Coronavirus Update: New York Yankees Provide Food, Supplies for Minor League Players

Minor League Baseball recently delayed the start of the 2020 season due to COVID-19 concerns. This [...]

Minor League Baseball recently delayed the start of the 2020 season due to COVID-19 concerns. This decision was made amid other leagues delaying or halting their seasons. With concerns about a continuing delay, the New York Yankees front office is trying to provide essential supplies to their minor league players.

Sr. Director of Player Development Kevin Reese, Senior Vice President and General Manager Brian Cashman, Director of Player Development Eric Schmit, and several other members of the player development staff recently made deliveries to minor league players. They handed out food, water, and other essential supplies in an effort to provide some relief amid the coronavirus outbreak. They weren't simply dropping supplies and leaving.

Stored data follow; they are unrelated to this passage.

"""Speed of the functions in LibreOffice Calc, measured as ratios within one run of one office.

    python -m tests.benchmarks.bench_calc [ROWS]
    python -m tests.benchmarks.bench_calc --soak [CYCLES]

- one TB_BEND a row against the same sums as a sheet of ordinary formulas, 10 000 rows;
- TB_SCHEDULE on a table of 100 000 rows against the same in ordinary formulas: the bare sums,
  and the long-hand working in full with its conversions of units, as a checking sheet has it;
- a call of ours against a call of an add-in function that does nothing, in the same office.

The soak opens, recalculates and closes a workbook again and again and measures what
the office and the worker keep.
"""

from __future__ import annotations

import argparse
import shutil
import sys
import tempfile
from pathlib import Path
from typing import Final

from tests.addin.calc.office import Office, memory
from tests.benchmarks import calcbooks
from tests.benchmarks.emptyaddin import add_empty_function
from thrustbook.workbooks.templates import shipped

LEAST: Final = 5.0
"""How many times faster TB_SCHEDULE must be than the ordinary formulas."""
FORCES: Final = ("Fx", "Fy", "F", "dir")
SINGLE: Final = 10_000
REPEATS: Final = 5


def _seconds(office: Office, path: Path, again: str = "", repeats: int = REPEATS) -> float:
    """Least time of a whole recalculation; the first one, which starts the worker, is left out.

    ``again`` is an area whose formulas are entered anew before.
    """
    book = office.load(str(path))
    if again:
        office.enter_again(book, 0, again)
    office.recalculate(book)
    taken = [float(office.recalculate(book)) for _ in range(repeats)]
    office.close(book)
    return min(taken)


def _schedule(results: str, columns: int, rows: int) -> list[tuple[str, str, str]]:
    last = chr(ord("I") + columns - 1)
    text = f'TB_SCHEDULE("{results}","metric",A1:G1,A2:G{rows + 1})'
    return [("I", text, f"I2:{last}{rows + 1}")]


def measure(rows: int, folder: Path) -> int:
    """Run the benchmark; 1 where TB_SCHEDULE is not fast enough."""
    native = [(column, text, "") for column, text in calcbooks.NATIVE]
    bend = [("H", 'TB_BEND("F","metric",B{r},C{r},D{r},E{r},F{r},G{r})', "")]
    empty = [("H", "BENCH_EMPTY(B{r},C{r},D{r},E{r},F{r},G{r})", "")]
    few, many = calcbooks.bends(SINGLE), calcbooks.bends(rows)
    books = {
        "native_single": (few, native),
        "bend": (few, bend),
        "empty": (few, empty),
        "native": (many, native),
        "longhand F": (many, [(column, text, "") for column, text in calcbooks.longhand("F")]),
        "longhand": (many, [(column, text, "") for column, text in calcbooks.longhand(*FORCES)]),
        "numbers": (many, _schedule("Fx,Fy,F,dir,Rx,Ry,V1,V2,p2", 9, rows)),
        "forces": (many, _schedule(",".join(FORCES), len(FORCES), rows)),
        "F": (many, _schedule("F", 1, rows)),
    }
    for name, (values, formulas) in books.items():
        calcbooks.write(folder / f"{name}.xlsx", values, formulas)
    home = folder / "office"
    home.mkdir()
    add_empty_function(home)
    taken: dict[str, float] = {}
    with Office(home) as office:
        _agree(office, folder)
        for name in books:
            again = f"H2:H{SINGLE + 1}" if name == "empty" else ""
            taken[name] = _seconds(office, folder / f"{name}.xlsx", again)
    each = 1e6 / SINGLE
    print(f"{SINGLE} single cells, seconds for a whole recalculation")
    print(f"  native, 12 cells a bend    {taken['native_single']:8.3f}")
    print(f"  TB_BEND, 1 cell a bend     {taken['bend']:8.3f}  {taken['bend'] * each:6.1f} us a call")
    print(f"  an add-in that does nothing{taken['empty']:8.3f}  {taken['empty'] * each:6.1f} us a call")
    print(f"  TB_BEND / native           {taken['bend'] / taken['native_single']:8.1f}")
    print(f"  TB_BEND / empty            {taken['bend'] / taken['empty']:8.1f}")
    print(f"A table of {rows} bends in metric units, seconds")
    for name, text, cells in (
        ("native", "bare sums", len(calcbooks.NATIVE)),
        ("longhand F", "long-hand of F", len(calcbooks.longhand("F"))),
        ("longhand", "long-hand of Fx, Fy, F, dir", len(calcbooks.longhand(*FORCES))),
    ):
        print(f"  {f'{text}, {cells} cells a bend':46}{taken[name]:8.3f}")
    for name, text, hand in (
        ("F", "F", "longhand F"),
        ("forces", "Fx,Fy,F,dir", "longhand"),
        ("numbers", "all 9 numbers", "longhand"),
    ):
        bare, full = taken["native"] / taken[name], taken[hand] / taken[name]
        against = f"{bare:5.1f} x bare sums, {full:5.1f} x long-hand"
        print(f"  {f'TB_SCHEDULE, {text}':46}{taken[name]:8.3f}  {against}")
    ratio = taken["longhand F"] / taken["F"]
    verdict = "ok" if ratio >= LEAST else "TOO SLOW"
    print(f"The thrust on every bend: {ratio:.1f} times faster than by hand, wanted {LEAST:.0f}: {verdict}")
    return 0 if ratio >= LEAST else 1


def _agree(office: Office, folder: Path) -> None:
    """All ways of computing must give the same force before their speeds are compared."""
    by_hand = calcbooks.longhand("F")[-1][0]
    forces = []
    for name, column in (("native_single", "R"), ("bend", "H"), ("longhand F", by_hand), ("F", "I")):
        book = office.load(str(folder / f"{name}.xlsx"))
        office.recalculate(book)
        forces.append([line[0] for line in office.values(book, 0, f"{column}2:{column}{SINGLE + 1}")])
        office.close(book)
    for other in forces[1:]:
        worst = max(abs(a - b) / abs(a) for a, b in zip(forces[0], other, strict=True))
        if not worst < 1e-9:
            raise SystemExit(f"two ways of computing differ by {worst:.2g}")


def soak(cycles: int) -> int:
    """Open and close a workbook again and again; 1 where the memory kept is noticeable."""
    with tempfile.TemporaryDirectory(prefix="thrustbook-soak-") as folder, Office() as office:
        # A copy: the office leaves a lock beside the file that it has open.
        path = str(shutil.copy(shipped("pipe-run"), folder))

        def once() -> None:
            book = office.load(path)
            office.recalculate(book)
            office.close(book)

        for _ in range(min(50, cycles)):  # caches and fonts fill up first
            once()
        (office_pid,) = office.processes("soffice.bin")
        (worker_pid,) = office.processes("hosts.calc.worker")
        before = memory(office_pid), memory(worker_pid)
        for i in range(cycles):
            once()
            if (i + 1) % max(1, cycles // 10) == 0:
                now = memory(office_pid), memory(worker_pid)
                print(
                    f"{i + 1:6} cycles: office {now[0] / 1e6:7.1f} MB, worker {now[1] / 1e6:6.1f} MB",
                    flush=True,
                )
        kept = [(memory(p) - b) / cycles for p, b in zip((office_pid, worker_pid), before, strict=True)]
        workers = len(office.processes("hosts.calc.worker"))
    print(f"kept a cycle: office {kept[0] / 1e3:.1f} kB, worker {kept[1] / 1e3:.2f} kB; workers: {workers}")
    return 0 if kept[0] < 200e3 and kept[1] < 5e3 and workers == 1 else 1


def main() -> int:
    """Measure and print."""
    parser = argparse.ArgumentParser(description=__doc__, formatter_class=argparse.RawTextHelpFormatter)
    parser.add_argument("rows", nargs="?", type=int, default=100_000)
    parser.add_argument("--soak", nargs="?", type=int, const=1000, metavar="CYCLES")
    options = parser.parse_args()
    if options.soak:
        return soak(options.soak)
    with tempfile.TemporaryDirectory(prefix="thrustbook-bench-") as folder:
        return measure(options.rows, Path(folder))


if __name__ == "__main__":
    sys.exit(main())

Reese explained that he and the staff would remain on-site for as long as necessary to provide support for their players.

"Cash [Cashman], myself, some of our player development staff are out here at one of the team hotels just trying to get food, water ... trying to find some ways to make players' lives easier," Reese said.

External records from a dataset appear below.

"""Time and memory of the check of a workbook of 10 000 TB_ cells.

    python -m tests.benchmarks.bench_check [CELLS]

The workbook has single cells of five functions with their headings; in one column an argument is
an expression, which the evaluator must work again. The check runs as a command of its own, as
a user runs it. Exit status 1 when it takes longer, or more memory, than it may, or finds anything.
"""

from __future__ import annotations

import os
import resource
import subprocess
import sys
import tempfile
import time
from pathlib import Path
from typing import Final

import openpyxl

from thrustbook.addin.hosts.headless.evaluate import evaluate_workbook
from thrustbook.addin.xlsx.package import Package

MOST_SECONDS: Final = 60.0
MOST_MEMORY: Final = 2e9
HEADS: Final = (
    "name",
    "D [mm]",
    "p [kPa]",
    "Q [L/s]",
    "theta [deg]",
    "V [m/s]",
    "Re",
    "f",
    "Fx [kN]",
    "Fy [kN]",
)
FORMULAS: Final = (
    "TB_VELOCITY($B$1,D{r},B{r})",
    "TB_REYNOLDS($B$1,$B$2,$B$3,F{r},B{r})",
    'TB_FRICTION("f",$B$1,G{r},,,0.1,B{r})',
    'TB_BEND("Fx",$B$1,$B$2,B{r},C{r},D{r},E{r})',
    'TB_BEND("Fy",$B$1,$B$2,B{r},C{r}+0,D{r},E{r})',
)


def build(path: Path, cells: int) -> None:
    """Write the workbook, and its values into it."""
    book = openpyxl.Workbook()
    ws = book.active
    assert ws is not None
    for line in (("units", "metric"), ("density", 998.0), ("viscosity", 1.0), (None,), HEADS):
        ws.append(line)
    for i in range(cells // len(FORMULAS)):
        row = 6 + i
        given = (f"B{i + 1}", 300.0 + i % 700, 400.0 + i % 300, 100.0 + i % 90, 10.0 + i % 80)
        ws.append([*given, *(f"={text.format(r=row)}" for text in FORMULAS)])
    book.save(path)
    package = Package.read(path)
    package.save(path, evaluate_workbook(package).replaced)


def main(cells: int) -> int:
    """Build, check, tell."""
    with tempfile.TemporaryDirectory() as folder:
        path = Path(folder) / "book.xlsx"
        build(path, cells)
        started = time.perf_counter()
        done = subprocess.run(
            [sys.executable, "-m", "thrustbook.addin.cli", "check", str(path)], capture_output=True, text=True
        )
        seconds = time.perf_counter() - started
        used = resource.getrusage(resource.RUSAGE_CHILDREN)
    memory = used.ru_maxrss * (1 if sys.platform == "darwin" else 1024)
    print(done.stdout.splitlines()[0] if done.stdout else done.stderr)
    print(f"{cells} cells on {os.cpu_count()} cores")
    processor = used.ru_utime + used.ru_stime
    print(f"time    {seconds:8.1f} s   (at most {MOST_SECONDS:.0f}; {processor:.1f} s of processor)")
    print(f"memory  {memory / 1e6:8.0f} MB  (at most {MOST_MEMORY / 1e6:.0f})")
    return int(done.returncode != 0 or seconds > MOST_SECONDS or memory > MOST_MEMORY)


if __name__ == "__main__":
    sys.exit(main(int(sys.argv[1]) if len(sys.argv) > 1 else 10_000))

The deliveries took place in Tampa, Florida. This is the home of the Tampa Tarpons, the Class-A affiliate of the New York Yankees. There were concerns about the minor league players affording necessary items while focusing on their health, and the Yankees wanted to prove that they are dedicated to remaining in town and providing assistance.

While the City of Tampa had not previously issued a stay-at-home order, the situation changed on Wednesday. Mayor Jane Castor said that she would put the order into place later in the day. Essential services will still be allowed, such as jogging, going to the pharmacy, and going to the grocery store. Additionally, Castor specified that social distancing will be critical.

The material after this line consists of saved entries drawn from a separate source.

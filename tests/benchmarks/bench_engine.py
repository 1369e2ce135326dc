"""Speed of the engine, measured as ratios within one run.

    python -m tests.benchmarks.bench_engine [ROWS]

A million bends through the engine (all results, every argument checked, a status
for each) are compared with the same sums in a loop compiled by numba, which
checks nothing. Both write the same results into fresh arrays on one thread.
"""

from __future__ import annotations

import math
import sys
import time
from collections.abc import Callable
from typing import Any, Final

import numba
import numpy as np

from thrustbook.engine.constants import G
from thrustbook.engine.fittings import BendForces, bend

MOST: Final = 1.5
"""What the engine may take, as a multiple of the compiled loop."""


@numba.njit
def loop(
    rho: Any, D1: Any, p1: Any, Q: Any, theta: Any, D2: Any, K: Any, dz: Any,
    alpha1: float, alpha2: float, beta1: float, beta2: float,
) -> Any:  # fmt: skip
    """Sum each bend in one pass: what one would write by hand for this one purpose."""
    n = len(rho)
    out = np.empty((10, n))
    for i in range(n):
        A1 = math.pi / 4 * D1[i] * D1[i]
        A2 = math.pi / 4 * D2[i] * D2[i]
        V1 = Q[i] / A1
        V2 = Q[i] / A2
        p2 = (
            p1[i]
            + rho[i] / 2 * (alpha1 * V1 * V1 - alpha2 * V2 * V2 - K[i] * V1 * abs(V1))
            - rho[i] * G * dz[i]
        )
        M2 = (p2 + beta2 * rho[i] * V2 * V2) * A2
        Fx = (p1[i] + beta1 * rho[i] * V1 * V1) * A1 - M2 * math.cos(theta[i])
        Fy = -M2 * math.sin(theta[i])
        F = math.sqrt(Fx * Fx + Fy * Fy)
        out[0, i] = Fx
        out[1, i] = Fy
        out[2, i] = F
        out[3, i] = math.atan2(Fy, Fx)
        out[4, i] = -Fx
        out[5, i] = -Fy
        out[6, i] = F
        out[7, i] = V1
        out[8, i] = V2
        out[9, i] = p2
    return out


def best(*actions: Callable[[], Any], repeats: int = 15) -> list[float]:
    """Time the quickest of several runs of each action [s], taking turns.

    Both sides run on one thread, so that the processor's time is what is compared:
    other work on the machine then disturbs less.
    """
    times = [math.inf] * len(actions)
    for _ in range(repeats):
        for i, action in enumerate(actions):
            start = time.process_time()
            action()
            times[i] = min(times[i], time.process_time() - start)
    return times


def main(size: int = 1_000_000) -> None:
    """Print the figures."""
    rng = np.random.default_rng(1)
    columns = (
        rng.uniform(900, 1100, size),
        rng.uniform(0.1, 1.0, size),
        rng.uniform(0.0, 2e6, size),
        rng.uniform(-1.0, 1.0, size),
        rng.uniform(0.0, math.pi, size),
        rng.uniform(0.1, 1.0, size),
        rng.uniform(0.0, 2.0, size),
        rng.uniform(-5.0, 5.0, size),
    )

    def engine() -> BendForces:
        return bend(*columns)

    def compiled() -> Any:
        return loop(*columns, 1.0, 1.0, 1.0, 1.0)

    ours, theirs = np.array(engine()), compiled()
    scale = np.abs(theirs).max(axis=1, keepdims=True)
    agreement = float((np.abs(ours - theirs) / scale).max())
    by_hand, by_engine = best(compiled, engine)
    row = tuple(float(column[0]) for column in columns)
    calls = 20_000

    def single() -> None:
        for _ in range(calls):
            bend(*row)

    cell = best(single, repeats=3)[0] / calls
    print(f"{size} bends, all results, largest relative difference {agreement:.1e}")
    print(f"  compiled loop    {by_hand * 1e3:9.1f} ms")
    print(f"  engine           {by_engine * 1e3:9.1f} ms")
    print(f"  ratio            {by_engine / by_hand:9.2f}    (at most {MOST})")
    print(f"one bend by itself {cell * 1e6:9.2f} us")


if __name__ == "__main__":
    main(*(int(argument) for argument in sys.argv[1:2]))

"Whatever it is that you're doing that allows you to have that 6-foot separation, it's going to be allowable," Castor said during an interview with FOX 13. "If you want to go to the pharmacy at midnight, you can. If you want to go out and walk, you can. All we're trying to do is get that social distancing [and ensure] you have that 6-foot separation. That has been the only step that has shown to flatten the curve."